Notes to pages 182–5
14. Thirdly, ‘Tis prov’d … Newgate-hell: While Presbyterians had been prepared to accept a modified episcopacy as the basis for the Restoration church settlement, fierce antagonism remained between them and some members of the episcopal bench: for example Gilbert Sheldon (1598–1677), at this stage bishop of London (here represented as a magician). Such antagonism was of course increased by the Act of Uniformity.
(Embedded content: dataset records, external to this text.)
#pragma once
// Meshes: stacks, rectangles, drawings, and their arrays.

#include <tepor/c/impl/handles.hpp>

namespace tepor::c {

template <class E>
struct MeshOf final : tepor_mesh {
    explicit MeshOf(Mesh<E> made) : mesh(std::move(made)) {}
    [[nodiscard]] const MeshData& data() const override { return mesh; }
    [[nodiscard]] Body body(TemperatureScale scale) const override { return Body(mesh, scale); }
    Mesh<E> mesh;
};

/// Calls `make` with the element type; the enumeration decides.
template <class Make>
tepor_mesh* for_line(tepor_element element, Make make) {
    switch (element) {
    case TEPOR_SEGMENT_1: return make.template operator()<Segment<1>>();
    case TEPOR_SEGMENT_2: return make.template operator()<Segment<2>>();
    case TEPOR_SEGMENT_3: return make.template operator()<Segment<3>>();
    case TEPOR_EXACT_SEGMENT: return make.template operator()<ExactSegment>();
    default: misuse("layers are made of TEPOR_SEGMENT_1, TEPOR_SEGMENT_2, TEPOR_SEGMENT_3 or TEPOR_EXACT_SEGMENT");
    }
}
template <class Make>
tepor_mesh* for_triangle(tepor_element element, Make make) {
    switch (element) {
    case TEPOR_TRIANGLE_1: return make.template operator()<Triangle<1>>();
    case TEPOR_TRIANGLE_2: return make.template operator()<Triangle<2>>();
    case TEPOR_TRIANGLE_3: return make.template operator()<Triangle<3>>();
    default: misuse("a section is made of TEPOR_TRIANGLE_1, TEPOR_TRIANGLE_2 or TEPOR_TRIANGLE_3");
    }
}
template <class Make>
tepor_mesh* for_plane(tepor_element element, Make make) {
    switch (element) {
    case TEPOR_QUADRILATERAL_1: return make.template operator()<Quadrilateral<1>>();
    case TEPOR_QUADRILATERAL_2: return make.template operator()<Quadrilateral<2>>();
    case TEPOR_QUADRILATERAL_3: return make.template operator()<Quadrilateral<3>>();
    default: return for_triangle(element, make);
    }
}

inline std::vector<Point> points_of(const double* corners, std::size_t count) {
    std::vector<Point> points;
    for (std::size_t i = 0; i < count; ++i) points.push_back({corners[2 * i], corners[2 * i + 1]});
    return points;
}

inline void expect_entries(std::size_t entries, std::size_t needed) {
    if (entries != needed) misuse(tepor::detail::text("the array has ", entries, " entries, expected ", needed));
}

} // namespace tepor::c

extern "C" {

tepor_frame tepor_planar(double size) {
    return {TEPOR_PLANAR, 0, size};
}
tepor_frame tepor_cylindrical(double length) {
    return {TEPOR_CYLINDRICAL, 0, length};
}
tepor_frame tepor_spherical(void) {
    return {TEPOR_SPHERICAL, 0, 1.0};
}

tepor_status tepor_layers_create(tepor_session* session, tepor_element element, const tepor_layer* layers, size_t count,
                                 tepor_frame frame, tepor_value start, tepor_mesh** out) {
    return tepor::c::run(session, layers && out, [&] {
        std::vector<tepor::Layer> stack;
        for (size_t i = 0; i < count; ++i) {
            if (!layers[i].region) tepor::c::misuse(tepor::detail::text("layer ", i + 1, " has no region name"));
            tepor::Layer layer{layers[i].region, tepor::c::number_of(layers[i].thickness),
                               static_cast<tepor::Index>(layers[i].cells)};
            if (layers[i].grading != 0.0) layer.grading = layers[i].grading;
            stack.push_back(std::move(layer));
        }
        const tepor::Frame in = tepor::c::frame_of(frame);
        tepor::LayersOptions options;
        if (start.kind != 0) options.start = tepor::c::number_of(start);
        *out = tepor::c::for_line(element, [&]<class E>() -> tepor_mesh* {
            return new tepor::c::MeshOf<E>(tepor::layers<E>(stack, in, options));
        });
    });
}

tepor_status tepor_tiles_create(tepor_session* session, tepor_tiles** out) {
    return tepor::c::run(session, out, [&] { *out = new tepor_tiles; });
}
void tepor_tiles_free(tepor_tiles* tiles) {
    delete tiles;
}
tepor_status tepor_tiles_add(tepor_session* session, tepor_tiles* tiles, const char* region, double x0, double y0,
                             double x1, double y1) {
    return tepor::c::run(session, tiles && region, [&] { tiles->tiles.add(region, {x0, y0}, {x1, y1}); });
}
tepor_status tepor_tiles_cut(tepor_session* session, tepor_tiles* tiles, double x0, double y0, double x1, double y1,
                             const char* face) {
    return tepor::c::run(session, tiles && face, [&] { tiles->tiles.cut({x0, y0}, {x1, y1}, face); });
}
tepor_status tepor_tiles_face(tepor_session* session, tepor_tiles* tiles, const char* face, double x0, double y0,
                              double x1, double y1) {
    return tepor::c::run(session, tiles && face, [&] { tiles->tiles.face(face, {x0, y0}, {x1, y1}); });
}
tepor_status tepor_tiles_mesh(tepor_session* session, const tepor_tiles* tiles, tepor_element element, double size,
                              tepor_frame frame, tepor_mesh** out) {
    return tepor::c::run(session, tiles && out, [&] {
        const tepor::Frame in = tepor::c::frame_of(frame);
        *out = tepor::c::for_plane(element, [&]<class E>() -> tepor_mesh* {
            return new tepor::c::MeshOf<E>(tepor::tiles<E>(tiles->tiles, {.size = size}, in));
        });
    });
}

tepor_status tepor_section_create(tepor_session* session, tepor_section** out) {
    return tepor::c::run(session, out, [&] { *out = new tepor_section; });
}
void tepor_section_free(tepor_section* section) {
    delete section;
}
tepor_status tepor_section_add_rectangle(tepor_session* session, tepor_section* section, const char* region, double x0,
                                         double y0, double x1, double y1) {
    return tepor::c::run(session, section && region, [&] {
        (void)section->section.add(region, tepor::rectangle({x0, y0}, {x1, y1}));
    });
}
tepor_status tepor_section_add_circle(tepor_session* session, tepor_section* section, const char* region, double x,
                                      double y, double radius) {
    return tepor::c::run(session, section && region, [&] {
        (void)section->section.add(region, tepor::circle({x, y}, radius));
    });
}
tepor_status tepor_section_add_polygon(tepor_session* session, tepor_section* section, const char* region,
                                       const double* corners, size_t count) {
    return tepor::c::run(session, section && region && corners, [&] {
        (void)section->section.add(region, tepor::polygon(tepor::c::points_of(corners, count)));
    });
}
tepor_status tepor_section_add_ring(tepor_session* session, tepor_section* section, const char* region, double x,
                                    double y, double inner, double outer) {
    return tepor::c::run(session, section && region, [&] {
        (void)section->section.add(region, tepor::ring({x, y}, inner, outer));
    });
}
tepor_status tepor_section_cut_rectangle(tepor_session* session, tepor_section* section, const char* face, double x0,
                                         double y0, double x1, double y1) {
    return tepor::c::run(session, section && face, [&] {
        (void)section->section.cut(tepor::rectangle({x0, y0}, {x1, y1}), face);
    });
}
tepor_status tepor_section_cut_circle(tepor_session* session, tepor_section* section, const char* face, double x,
                                      double y, double radius) {
    return tepor::c::run(session, section && face, [&] {
        (void)section->section.cut(tepor::circle({x, y}, radius), face);
    });
}
tepor_status tepor_section_cut_polygon(tepor_session* session, tepor_section* section, const char* face,
                                       const double* corners, size_t count) {
    return tepor::c::run(session, section && face && corners, [&] {
        (void)section->section.cut(tepor::polygon(tepor::c::points_of(corners, count)), face);
    });
}
tepor_status tepor_section_face(tepor_session* session, tepor_section* section, const char* face, double x0, double y0,
                                double x1, double y1) {
    return tepor::c::run(session, section && face, [&] {
        section->section.face(face, tepor::Point{x0, y0}, tepor::Point{x1, y1});
    });
}
tepor_status tepor_section_rest(tepor_session* session, tepor_section* section, const char* face) {
    return tepor::c::run(session, section && face, [&] { section->section.rest(face); });
}
tepor_status tepor_section_line(tepor_session* session, tepor_section* section, double x0, double y0, double x1,
                                double y1) {
    return tepor::c::run(session, section, [&] { section->section.line(tepor::Point{x0, y0}, tepor::Point{x1, y1}); });
}
tepor_status tepor_section_hold(tepor_session* session, tepor_section* section, double x, double y) {
    return tepor::c::run(session, section, [&] { section->section.hold({x, y}); });
}
tepor_status tepor_section_mesh(tepor_session* session, const tepor_section* section, tepor_element element,
                                double size, tepor_frame frame, tepor_mesh** out) {
    return tepor::c::run(session, section && out, [&] {
        const tepor::Frame in = tepor::c::frame_of(frame);
        *out = tepor::c::for_triangle(element, [&]<class E>() -> tepor_mesh* {
            return new tepor::c::MeshOf<E>(tepor::triangulate<E>(section->section, {.size = size}, in));
        });
    });
}

void tepor_mesh_free(tepor_mesh* mesh) {
    delete mesh;
}
size_t tepor_mesh_node_count(const tepor_mesh* mesh) {
    return mesh ? mesh->data().nodes.size() : 0;
}
size_t tepor_mesh_cell_count(const tepor_mesh* mesh) {
    return mesh ? mesh->data().region.size() : 0;
}
size_t tepor_mesh_nodes_per_cell(const tepor_mesh* mesh) {
    return mesh ? static_cast<size_t>(mesh->data().nodes_per_cell) : 0;
}
tepor_status tepor_mesh_places(tepor_session* session, const tepor_mesh* mesh, double* places, size_t entries) {
    return tepor::c::run(session, mesh && places, [&] {
        tepor::c::expect_entries(entries, 2 * mesh->data().nodes.size());
        for (const tepor::Point p : mesh->data().nodes) {
            *places++ = p.x;
            *places++ = p.y;
        }
    });
}
tepor_status tepor_mesh_cells(tepor_session* session, const tepor_mesh* mesh, int32_t* cells, size_t entries) {
    return tepor::c::run(session, mesh && cells, [&] {
        tepor::c::expect_entries(entries, mesh->data().cells.size());
        for (const tepor::Id id : mesh->data().cells) *cells++ = id;
    });
}

} // extern "C"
See ‘Gilbert Sheldon’, ODNB. 15. Cripple-Gate: Cripplegate Within and Cripplegate Without were wards of London, here used punningly to refer to Wild’s crippling by gout. 16. Bishop Gout: Wild referenced his gout elsewhere in his poetry, see pp. 209, 235. 17. (Levite-like): Wild compares the control of gout over his body to the bishop’s control over a lesser clergyman (a ‘Levite’ in this context). 18. Old Bishop Gout … his jurisdiction I were free: Wild imagines his body as being the subject of an episcopal visitation by Bishop Gout. 19. Yet all your Visitors … Prison better than your home: Richard Baxter records ‘many daily flocking to visit him’ during Calamy’s imprisonment. Quoted in S. Achinstein, Literature and Dissent in Milton’s England (Cambridge: Cambridge University Press, 2003), p. 1.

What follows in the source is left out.